Sunday 31 July 2022

Buying some WEAT and CORN

I decided to transfer another A$500 into my Superhero trading account and use the funds to buy some Teucrium WEAT and CORN ETF units. Global food shortages and price increases seem likely given inflation, population growth (still increasing despite there also being a problem with population decline and aging demographics in most developed countries, and even Russia and China), the impact of the Russia-Ukraine war on grain shipments this year, and grain production next year (due to impact on productivity (fertilizer availability and cost) and production (hard to focus on farming in Ukraine during a war)), and climate change impacts.
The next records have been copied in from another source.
package org.wintersill.climatology.statistic;

import java.math.BigDecimal;
import java.util.Arrays;
import org.wintersill.climatology.ClimatologyStatistic;
import org.wintersill.climatology.Percentiles;
import org.wintersill.climatology.WinterRecord;
import org.wintersill.damage.ToleranceCurve;
import org.wintersill.layer.LayerDefinition;
import org.wintersill.layer.LayerStyles;
import org.wintersill.layer.SampleType;

/**
 * By how many K the whole curve would have to be hardier to meet a target; signed, negative is hardiness to spare (science section 8 and
 * 16.7). With margins of the killing level ascending: frequency rule d = -M(k+1), k = floor(target n + 1e-9); quantile rule d = minus the
 * target's percentile. Expected-damage rule: the mean over winters of p at M + d, margins to LT50, is the target.
 */
public final class RequiredHardiness implements ClimatologyStatistic {
    /** Keeps a target such as 0.10 of 20 winters from falling to 1 by round-off. */
    private static final double ROUND_OFF = 1e-9;

    private final String id;
    private final HardinessRule rule;
    private final int level;
    private final double target;
    private final Spreads spreads;

    /**
     * @param id {@code required-hardiness}, or with the target where there are several
     * @param level position of the killing level among the record's levels
     * @param levels percent of buds of each level
     * @param target accepted share of killing winters, or accepted expected damage, 0..1
     */
    RequiredHardiness(String id, HardinessRule rule, int level, int[] levels, double target) {
        this.id = id;
        this.rule = rule;
        this.level = level;
        this.target = target;
        spreads = rule == HardinessRule.EXPECTED_DAMAGE ? new Spreads(levels) : null;
    }

    /** Id of the layer of a further target, such as {@code required-hardiness-at-2-5} for 0.025. */
    static String idAt(double target) {
        return "required-hardiness-at-" + BigDecimal.valueOf(target).movePointRight(2).stripTrailingZeros().toPlainString().replace('.', '-');
    }

    @Override
    public LayerDefinition layer() {
        String aim = switch (rule) {
            case FREQUENCY -> "so that at most a share " + target + " of winters kills";
            case QUANTILE -> "so that the margin's percentile " + 100 * target + " is zero";
            case EXPECTED_DAMAGE -> "so that the expected fraction of buds killed in a winter is " + target;
        };
        return new LayerDefinition(id, "Required hardiness", "How much hardier the curve must be " + aim + "; negative is hardiness to spare",
                "K", SampleType.FLOAT32, "", LayerStyles.requiredHardiness());
    }

    @Override
    public void summarise(WinterRecord record, float[] out, int from, int to) {
        double[] margins = new double[record.winters()];
        for (int cell = from; cell < to; cell++) {
            int n = WinterRecord.valid(record.margins(level), cell, margins);
            out[cell] = n == 0 ? Float.NaN : (float) switch (rule) {
                case FREQUENCY -> of(margins, n, target);
                case QUANTILE -> ofQuantile(margins, n, target);
                case EXPECTED_DAMAGE -> ofDamage(record, cell);
            };
        }
    }

    /**
     * The shift by the frequency rule.
     *
     * @param margins sorted by this method, the first n count
     */
    static double of(double[] margins, int n, double target) {
        Arrays.sort(margins, 0, n);
        int accepted = Math.min(n - 1, (int) Math.floor(target * n + ROUND_OFF));
        return -margins[accepted];
    }

    /** The shift by the quantile rule; likewise. */
    static double ofQuantile(double[] margins, int n, double target) {
        Arrays.sort(margins, 0, n);
        return -Percentiles.type7(margins, n, target);
    }

    private double ofDamage(WinterRecord record, int cell) {
        float[][] values = record.margins(0);
        double[] margins = new double[values.length];
        double[] warm = new double[values.length];
        double[] cold = new double[values.length];
        int n = 0;
        for (int winter = 0; winter < values.length; winter++) {
            if (values[winter][cell] == values[winter][cell]) {
                margins[n] = values[winter][cell];
                warm[n] = spreads.warm(record, winter, cell);
                cold[n++] = spreads.cold(record, winter, cell);
            }
        }
        return ofDamage(record.tolerance(), margins, warm, cold, n, target);
    }

    /** The shift by the expected-damage rule, by halving: the mean damage falls with the shift. */
    static double ofDamage(ToleranceCurve curve, double[] margins, double[] warm, double[] cold, int n, double target) {
        double low = 0;
        double high = 0;
        for (double step = 1; meanDamage(curve, margins, warm, cold, n, low) < target; step *= 2) {
            low -= step;
        }
        for (double step = 1; meanDamage(curve, margins, warm, cold, n, high) > target; step *= 2) {
            high += step;
        }
        while (high - low > 1e-9 * Math.max(1, Math.abs(low))) {
            double middle = (low + high) / 2;
            if (meanDamage(curve, margins, warm, cold, n, middle) > target) {
                low = middle;
            } else {
                high = middle;
            }
        }
        return (low + high) / 2;
    }

    private static double meanDamage(ToleranceCurve curve, double[] margins, double[] warm, double[] cold, int n,
                                     double shift) {
        double sum = 0;
        for (int i = 0; i < n; i++) {
            double margin = margins[i] + shift;
            sum += curve.fractionOfDeficit(-margin / (margin > 0 ? warm[i] : cold[i]));
        }
        return sum / n;
    }
}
The Teucrium ETFs seem to be a reasonable way to gain some exposure to grain as a commodity. The Teucrium Wheat Fund (WEAT) provides investors an easy way to gain exposure to the price of wheat futures in a brokerage account, and the Teucrium Corn Fund (CORN) provides investors an easy way to gain exposure to the price of corn futures in a brokerage account.

I had no real reason to invest in both funds rather than invest twice as much in one of the two funds, aside from it being better to diversify than not, as a general rule. I placed the order on Sunday, so I don't think it will be filled until Monday (I'm not sure what the trading hours are for my time zone).

These ETFs have been in an uptrend for the past two years, and had spiked higher at the outbreak of the Ukraine war on 24 Feb, but have since dropped back to the long term trend line, so appear to offer reasonable value at current prices, assuming the long term price appreciation for grains continues.

There seems to be reasonable potential for more upside given previous high prices about a decade ago.

This isn't any sort of recommendation to invest in WEAT or CORN, just an update on a small trade I recently did 'for fun' (to be honest, a $500 investment won't have a noticeable impact on my NW whether it shows massive gains or losses).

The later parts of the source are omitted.